Hmm, yes, they do open up from the inside out, I can't imagine that some would open the other way, from the outside in, because that would seem to prevent you from getting to the rods?? You'd have to reach all the way over the hatch to get to your rods in the rod locker.... I'll have to see that. I really like the way they open now, and I really can't imagine it ever giving me problems, The hinges and latches on the rod lockers are VERY HEAVY DUTY STAINLESS STEEL, I can't imagine having problems with them, EVER.... Now some of the latches that are on the fish boxes and forward storage are the rubber clamp down ones. I was a bit put off by them at first and even asked about them and the reason they used such heavy duty latches on some hatches, and the rubber ones on others. They said it was due to the possibility and likelihood that one of those latches would be left open, and to prevent injury to a knee or shin or toe. I also asked what happened if the rubber ones failed, they said bring it back and we will replace it. It has worked out just as described. The rubber latches work very well, and never hurt anyone when someone forgets to latch it down.


----------



## ATX 4x4 (Jun 25, 2011)

adpostel said:


> Hmm, yes, they do open up from the inside out, I can't imagine that some would open the other way, from the outside in, because that would seem to prevent you from getting to the rods?? You'd have to reach all the way over the hatch to get to your rods in the rod locker.... I'll have to see that. I really like the way they open now, and I really can't imagine it ever giving me problems, The hinges and latches on the rod lockers are VERY HEAVY DUTY STAINLESS STEEL, I can't imagine having problems with them, EVER.... Now some of the latches that are on the fish boxes and forward storage are the rubber clamp down ones. I was a bit put off by them at first and even asked about them and the reason they used such heavy duty latches on some hatches, and the rubber ones on others. They said it was due to the possibility and likelihood that one of those latches would be left open, and to prevent injury to a knee or shin or toe. I also asked what happened if the rubber ones failed, they said bring it back and we will replace it. It has worked out just as described. The rubber latches work very well, and never hurt anyone when someone forgets to latch it down.
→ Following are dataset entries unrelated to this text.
impl BenchSafety {
    /// The safety state of `bench`, starting from what the store kept.
    pub fn new(
        bench: String,
        store: Store,
        events: broadcast::Sender<ProgressEvent>,
        stored: Option<BenchSafetyRecord>,
        shutdown: CancellationToken,
    ) -> Arc<BenchSafety> {
        Arc::new(BenchSafety {
            bench,
            store,
            events,
            state: watch::channel(stored).0,
            shutdown,
            keeper_running: std::sync::atomic::AtomicBool::new(false),
            persisting: tokio::sync::Mutex::new(()),
        })
    }

    /// The current fault, `None` when the bench is clear.
    pub fn current(&self) -> Option<BenchSafetyRecord> {
        self.state.borrow().clone()
    }

    /// True when no fault holds the bench.
    pub fn is_clear(&self) -> bool {
        self.state.borrow().is_none()
    }

    /// Waits until the bench is clear (returns at once when it is).
    pub async fn wait_clear(&self) {
        let mut rx = self.state.subscribe();
        let _ = rx.wait_for(Option::is_none).await;
    }

    /// The stop path could not confirm the output off: flag the bench, store and log it, and
    /// start the keeper (once).
    pub async fn output_unconfirmed(self: &Arc<Self>, source: SharedSource, cause: String) {
        self.hold_unconfirmed(source, cause);
        self.persist().await;
    }

    /// [`BenchSafety::output_unconfirmed`] without waiting for the store: the bench is held and
    /// the keeper started before this returns; the state is stored by a task of its own (a run
    /// whose output could not be confirmed off still waits for its pipeline, which may be held by
    /// the same stalled database).
    pub fn hold_output_unconfirmed(self: &Arc<Self>, source: SharedSource, cause: String) {
        self.hold_unconfirmed(source, cause);
        let me = self.clone();
        tokio::spawn(async move { me.persist().await });
    }

    fn hold_unconfirmed(self: &Arc<Self>, source: SharedSource, cause: String) {
        let since = match self.current() {
            Some(r) if r.fault == BenchFault::OutputUnconfirmed => r.since_unix_ms,
            _ => now_unix_ms(),
        };
        tracing::error!(
            bench = %self.bench,
            cause = %cause,
            "RF OUTPUT NOT CONFIRMED OFF: the bench is held and the daemon keeps trying to switch it off; check the source and its link"
        );
        // The bench is held and the keeper tries from now: neither waits for the store, which
        // may be slow or stalled (the stored state follows).
        self.publish(BenchSafetyRecord {
            bench_name: self.bench.clone(),
            fault: BenchFault::OutputUnconfirmed,
            cause,
            since_unix_ms: since,
            confirmed_off_at_unix_ms: None,
        });
        self.start_keeper(source);
    }

    /// The output was read back off after a fault: hold the bench for an acknowledgement.
    pub async fn confirmed_off(&self, cause: String, since_unix_ms: i64) {
        tracing::warn!(
            bench = %self.bench,
            "RF output confirmed off after a safety fault; the bench holds its runs until an operator acknowledges (halfwave acknowledge {})",
            self.bench
        );
        self.set(BenchSafetyRecord {
            bench_name: self.bench.clone(),
            fault: BenchFault::AwaitingAcknowledgement,
            cause,
            since_unix_ms,
            confirmed_off_at_unix_ms: Some(now_unix_ms()),
        })
        .await;
    }

    /// An operator's acknowledgement: clears a bench whose output was confirmed off, with an
    /// audit entry. Refused while the output is still unconfirmed.
    pub async fn acknowledge(&self, by: &str, note: &str) -> Result<(), AcknowledgeError> {
        match self.current() {
            None => return Err(AcknowledgeError::NothingToAcknowledge(self.bench.clone())),
            Some(r) if r.fault == BenchFault::OutputUnconfirmed => {
                return Err(AcknowledgeError::StillUnconfirmed {
                    bench: self.bench.clone(),
                    cause: r.cause,
                })
            }
            Some(_) => {}
        }
        if !self
            .store
            .acknowledge_bench_fault(&self.bench, by, note)
            .await?
        {
            return Err(AcknowledgeError::NothingToAcknowledge(self.bench.clone()));
        }
        tracing::info!(bench = %self.bench, by, "safety fault acknowledged; the bench takes runs again");
        self.state.send_replace(None);
        let _ = self.events.send(ProgressEvent::BenchSafety {
            bench: self.bench.clone(),
            state: SafetyState::Clear,
            cause: None,
        });
        Ok(())
    }

    /// Publishes a new fault state, then stores it.
    async fn set(&self, record: BenchSafetyRecord) {
        self.publish(record);
        self.persist().await;
    }

    /// The new fault state in memory (which is what holds the bench) and on the event stream.
    fn publish(&self, record: BenchSafetyRecord) {
        let _ = self.events.send(ProgressEvent::BenchSafety {
            bench: self.bench.clone(),
            state: SafetyState::of(Some(record.fault)),
            cause: Some(record.cause.clone()),
        });
        self.state.send_replace(Some(record));
    }

    /// Stores the state in memory as it is when the write starts, one write at a time, so that
    /// a slow write of an older state cannot land after a newer one. A store failure is logged:
    /// the state in memory still holds the bench, which is what safety needs.
    async fn persist(&self) {
        let _one_at_a_time = self.persisting.lock().await;
        let Some(record) = self.current() else {
            return;
        };
        if let Err(e) = self.store.record_bench_fault(&record).await {
            tracing::error!(bench = %self.bench, error = %e, "could not store the bench's safety state; it holds in memory until the daemon stops");
        }
    }

    fn start_keeper(self: &Arc<Self>, source: SharedSource) {
        use std::sync::atomic::Ordering;
        if self.keeper_running.swap(true, Ordering::SeqCst) {
            return;
        }
        let me = self.clone();
        tokio::spawn(async move {
            me.keep_switching_off(source).await;
            me.keeper_running.store(false, Ordering::SeqCst);
        });
    }

    async fn keep_switching_off(&self, source: SharedSource) {
        let started = tokio::time::Instant::now();
        let mut next_log = started + UNCONFIRMED_LOG_INTERVAL;
        let mut backoff = BACKOFF_START;
        let mut attempts: u64 = 0;
        loop {
            if self.shutdown.is_cancelled() {
                tracing::error!(bench = %self.bench, "the daemon stops with the RF output still unconfirmed; the next start switches it off, or switch it off by hand");
                return;
            }
            attempts += 1;
            let attempt = async {
                let mut src = source.lock().await;
                src.confirm_off_fresh().await
            };
            let outcome = tokio::select! {
                r = tokio::time::timeout(ATTEMPT_TIMEOUT, attempt) => r,
                _ = self.shutdown.cancelled() => continue,
            };
            match outcome {
                Ok(Ok(())) => {
                    let (cause, since) = self
                        .current()
                        .map(|r| (r.cause, r.since_unix_ms))
                        .unwrap_or_else(|| ("RF output unconfirmed".into(), now_unix_ms()));
                    tracing::warn!(bench = %self.bench, attempts, after_s = started.elapsed().as_secs_f64(), "the keeper switched the RF output off and read it back off");
                    self.confirmed_off(cause, since).await;
                    return;
                }
                Ok(Err(e)) => {
                    tracing::debug!(bench = %self.bench, attempts, error = %e, "RF output still unconfirmed")
                }
                Err(_) => {
                    tracing::debug!(bench = %self.bench, attempts, "RF off attempt timed out")
                }
            }
            let now = tokio::time::Instant::now();
            if now >= next_log {
                tracing::error!(
                    bench = %self.bench,
                    unconfirmed_for_s = (now - started).as_secs(),
                    attempts,
                    "RF OUTPUT STILL NOT CONFIRMED OFF; the daemon keeps trying. Check the source and its link, or switch it off by hand"
                );
                next_log = now + UNCONFIRMED_LOG_INTERVAL;
            }
            tokio::select! {
                _ = tokio::time::sleep(backoff) => {}
                _ = self.shutdown.cancelled() => {}
            }
            backoff = (backoff * 2).min(BACKOFF_MAX);
        }
    }
}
Just to clarify...I wasn't complaining about the direction that the lid opened but rather painting a picture. What is it that ultimately stops the lid on your rod storage compartments? That is what I'm talking about. It just seemed very primitive to not have some sort of stopper in place but instead everytime you open the lid all the way, you have fiberglass contacting fiberglass. The hinges are tough no doubt. What I was referring to was the glass that the hinges are mounted to. It appeared to me that over time the glass will give, break, crack, etc and the screws will have nothing to grab and the hinges will loosen or come off completely.

I'm not hating on your boat by any stretch. I was just asking if you'd noticed any validity to my thought process since you've put a few hours on yours already. The rod storage lids are the ones I use the most so it seemed like it would be an issue had I purchased that rig.


----------



## boatms (May 25, 2012)

I did notice that the other day when I looked at the 240xt. I am not concerned with the rod boxes as much as I am with the front storage boxes. they do not have any "stops" on them to prevent them from folding all the way back and eventually working loose as you have stated ATX. I will look at this closer at the boat show tomorrow. 
as for the rubber latches I do like the idea behind them due to them being in the knee and shin range. I still have a scar on my shin from a boat latch from years ago.


----------



## adpostel (Jan 14, 2006)

ah yes, I see what you're saying now. The cable that holds the hatches, like the one on the ice chests.... Ya, I can't remember exactly which ones have it and which ones don't, but the only reason I can think of as to why they don't have any type of "stop" would be due to them limiting any type of access??? I don't know, but I figured if it became an issue, I could always add whichever wire, or gas shock or whatever contraption for little of nothing..... But it hasn't been an issue yet. Although the only one that I wonder about is the flip up seat in front of the console to get to the baitwell, I think I'll be putting a "limiter cable" on that seat, just for ease of use, so I don't have to hold the seat open when getting a bait.


----------



## KEMPOC (Aug 24, 2010)

adpostel said:


> ah yes, I see what you're saying now. The cable that holds the hatches, like the one on the ice chests.... Ya, I can't remember exactly which ones have it and which ones don't, but the only reason I can think of as to why they don't have any type of "stop" would be due to them limiting any type of access??? I don't know, but I figured if it became an issue, I could always add whichever wire, or gas shock or whatever contraption for little of nothing..... But it hasn't been an issue yet. Although the only one that I wonder about is the flip up seat in front of the console to get to the baitwell, I think I'll be putting a "limiter cable" on that seat, just for ease of use, so I don't have to hold the seat open when *getting a bait*.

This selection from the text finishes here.